In yet another novel set in the nineteenth century (it wasn’t planned, just how my TBR list has fallen since the new year), I’ve just read The Wonder, by Emma Donoghue. What a great book this is – and how it’s staying with me since I’ve finished it – I keep thinking about the characters, about what happened and what will happen to the characters in their future.
Lib Wright (Mrs Lib) is a Nightingale nurse, hired to watch over Anna O’Donnell in the Irish midlands just a few short years after the famine has ravaged Ireland. Anna herself is ‘The Wonder’, a child of 11 (who looks more like she’s 7 or 8) who reportedly hasn’t eaten for 4 months. Lib and her fellow watcher, Sister Michael, observe Anna closely during their shifts and Lib gradually realises that all is not as it seems. However, she needs to convince the committee who has hired her of what is actually going on.

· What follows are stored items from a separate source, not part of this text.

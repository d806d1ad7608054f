"""Halts and the stop states as the operator meets them: every halt or pause
passed while stepping is told and stops the steps; pulses have a bound and
stop on Ctrl-C; a breakpoint leaves the clock at STOP so STEP works; restart
starts the program afresh; snapshots belong to one program and keep the beat.

Cycle counts come from ref8.toml (fetch is one micro-step, an instruction's
own steps follow; halt and pause are one step each after the fetch).
"""

from __future__ import annotations


import pytest

from emu import Emulator

from debugger_programs import REF8, SOAK, ctrl_c_after, session_for


@pytest.fixture(autouse=True)
def in_tmp(tmp_path, monkeypatch):
    monkeypatch.chdir(tmp_path)


@pytest.fixture
def kiln(tmp_path):
    return session_for(tmp_path)


@pytest.mark.parametrize("running", [False, True])
def test_leave_at_a_lone_halt_stops_there_with_a_frozen_or_a_running_clock(tmp_path, running):
    session = session_for(tmp_path, "halt\n", name="h.asm")
    if running:
        session.emu.set_switch_run(True)  # running, as the live view can leave it
    text = session.execute("leave")
    if running:
        assert text.startswith("halted by the program: halt at 0000 h.asm:1")
    else:
        assert text.startswith("passed the halt at 0000 h.asm:1: the halt latch is set; stepping stopped there "
                               "(2 STEP pulses)")
    e = session.emu
    assert e.frozen and e.halt_latch and e.pc == 1 and e.cycles == 2


def test_over_onto_the_pause_tells_it_and_why_and_the_panel_name_the_halt_state(kiln):
    kiln.execute("break 0x0c")
    kiln.execute("go")
    text = kiln.execute("over")
    assert text.startswith("passed the pause at 000C ramp+7 kiln.asm:7: the halt latch is set")
    state = "frozen: the halt latch is set (set by the pause at 000C ramp+7 kiln.asm:7), switch at STOP (state HALT)"
    assert kiln.execute("why").splitlines() == [
        "passed the pause at 000C ramp+7 kiln.asm:7: the halt latch is set; stepping stopped there",
        f"{state}. next: li r2, 75   at 000D ramp+8 kiln.asm:8"]
    assert kiln.execute("panel").splitlines()[0] == f"ref8 panel — {state}"
    assert kiln.execute("go").startswith("error: the halt latch holds the clock")


def test_instr_many_stops_at_each_halt_instead_of_running_past_it(kiln):
    assert kiln.execute("instr 50").startswith("passed the pause at 000C ramp+7 kiln.asm:7")
    assert kiln.emu.pc == 0x0d
    # with the latch still set, the steps go on to the final halt and stop there, not inside 'log'
    assert kiln.execute("instr 50").startswith("passed the halt at 0011 ramp+12 kiln.asm:10")
    assert kiln.emu.pc == 0x12 and kiln.execute("console") == "1 byte(s):\nK"


def test_pulse_n_stops_at_a_halt(tmp_path):
    session = session_for(tmp_path, "inc r1\nhalt\ninc r2\n", name="h.asm")
    text = session.execute("pulse 9")
    assert "passed the halt at 0001 h.asm:2: the halt latch is set; stepping stopped there (after 4 of 9 pulses)" in text
    assert session.emu.cycles == 4 and session.emu.get("r2") == 0


def test_pulse_n_respects_the_cycle_limit(tmp_path):
    session = session_for(tmp_path, SOAK, max_cycles=1000)
    text = session.execute("pulse 100000000")
    assert text.splitlines()[-2] == ("cycle limit of 1,000 reached while stepping "
                                     "(after 1,000 of 100,000,000 pulses)")
    assert session.emu.cycles == 1000 and session.emu.frozen


def test_ctrl_c_stops_a_long_pulse_and_loses_nothing(tmp_path):
    session = session_for(tmp_path, SOAK)

    with ctrl_c_after(session, 20_000):
        text = session.execute("pulse 100000000")
    assert "stepping stopped by Ctrl-C (after " in text
    e = session.emu
    assert e.frozen and 20_000 <= e.cycles < 100_000_000
    reference = Emulator(REF8)
    reference.load(session.view.loaded.segments)
    reference.run(max_cycles=e.cycles)
    assert [e.get(r) for r in ("r0", "r1", "r4", "pc")] == [reference.get(r) for r in ("r0", "r1", "r4", "pc")]


def test_step_works_right_after_a_breakpoint(kiln):
    kiln.execute("break log")
    kiln.execute("go")
    assert kiln.execute("why").splitlines()[1].startswith("frozen: the switch is at STOP (state STOP). next: inc r1")
    assert kiln.execute("pulse").startswith("pulse 1: fetch step 1: ir <- mem[pc]")
    assert kiln.emu.frozen and kiln.emu.cycles == 11


def test_help_shows_the_table_of_stop_states(kiln):
    text = kiln.execute("help")
    assert "  state   what holds the clock   go            pulse / instr / over / leave" in text
    assert "\n  HALT    halt latch set         refused " in text
    assert "\n  STOP    switch at STOP         runs (RUN) " in text


def test_restart_loads_the_program_again_and_rewinds_input_ports_and_counters(tmp_path):
    session = session_for(tmp_path, "in r0, 1\nin r1, 1\nst [0x40], r0\nout 1, r1\nhalt\n", name="io.asm")
    session.emu.input_bytes = b"AB"
    session.execute("break 4")
    session.execute("beat 7")
    session.execute("go")
    first = session.emu.snapshot_state()
    session.execute("go")
    finished = session.emu.snapshot_state()
    assert finished["ports"]["output"] == "" and session.emu.lamps == ord("B")
    text = session.execute("restart")
    assert text.startswith("restarted with the program loaded again; frozen: the switch is at STOP (state STOP)")
    e = session.emu
    assert (e.cycles, e.time_ns, e.pc, e.memory[0x40], e.lamps) == (0, 0, 0, 0, 0)
    assert e.ports.state()["input_position"] == 0
    assert session.execute("points") == "  1  break  watched  0004 io.asm:3"
    # breakpoint kept; the same run again, with the same irregular beat
    session.execute("go")
    assert session.emu.snapshot_state() == first
    session.execute("go")
    assert session.emu.snapshot_state() == finished and e.memory[0x40] == ord("A")


def test_reset_is_not_restart_memory_stays(kiln):
    kiln.execute("go")
    kiln.execute("throw stop")
    kiln.execute("reset")
    assert kiln.emu.memory[0x200] == 3 and kiln.emu.cycles == 94


def test_a_snapshot_of_another_program_is_refused(tmp_path):
    kiln = session_for(tmp_path)
    kiln.execute("instr 3")
    kiln.execute("save kiln.snap")
    soak = session_for(tmp_path, SOAK, name="soak.asm")
    before = soak.emu.snapshot_state()
    text = soak.execute("load kiln.snap")
    assert text.startswith("error: kiln.snap is a snapshot of another program (image fingerprint ")
    assert text.endswith("; not loaded")
    assert soak.emu.snapshot_state() == before


def test_a_snapshot_without_a_program_fingerprint_is_refused(kiln):
    Emulator(REF8).snapshot("bare.snap")
    assert kiln.execute("load bare.snap").startswith("error: bare.snap records no program fingerprint")


def test_load_keeps_the_beat_so_the_continuation_times_as_an_uninterrupted_run(tmp_path):
    interrupted, straight = session_for(tmp_path), session_for(tmp_path)
    for session in (interrupted, straight):
        session.execute("beat 7")
        session.execute("go 30")
    interrupted.execute("save kiln.snap")
    interrupted.execute("go 40")
    interrupted.execute("beat even")
    assert "the irregular clock of seed 7" in interrupted.execute("load kiln.snap")
    for session in (interrupted, straight):
        session.execute("go 40")
    assert interrupted.emu.time_ns == straight.emu.time_ns
    assert interrupted.emu.time_ns != 70 * 200_000_000  # not the even beat of 5 Hz
    assert interrupted.emu.snapshot_state() == straight.emu.snapshot_state()


def test_load_keeps_an_open_waveform_recording(kiln, tmp_path):
    kiln.execute("waves kiln.vcd")
    kiln.execute("go 20")
    kiln.execute("save kiln.snap")
    assert kiln.execute("load kiln.snap").startswith("snapshot loaded: cycle 20")
    kiln.execute("go 20")
    assert kiln.execute("waves off") == "waveform written to kiln.vcd (up to cycle 40)"
    text = (tmp_path / "kiln.vcd").read_text()
    assert f"#{40 * 200_000_000}" in text or f"#{39 * 200_000_000}" in text


def test_load_refuses_to_run_a_waveform_backwards(kiln):
    kiln.execute("save kiln.snap")
    kiln.execute("waves kiln.vcd")
    kiln.execute("go 20")
    assert kiln.execute("load kiln.snap").startswith(
        "error: the waveform to kiln.vcd has reached a later time than the snapshot")
    assert kiln.emu.cycles == 20 and kiln.waves is not None
    kiln.close()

This is a novel with a sense of place – the descriptions of Anna’s home, the claustrophobia and sense of rising alarm Lib feels is well portrayed. It’s also a novel which completely overturned my initial feelings. Lib’s acerbic throughout, but increasingly I became sympathetic to her views. I expected Anna to be a sap, but instead she’s a ‘delightful, dying child’. Like my last post on The Crow Garden, this novel is also set at a crossroads between science, logic and modern times (not least how women were treated at this time), and the mysticism of old religion.
Reading a book mostly set in a darkened room about a starving child should be depressing and awful, but this book isn’t. It’s got humour, hope and is ultimately enlightening. Read it. I promise you won’t be disappointed.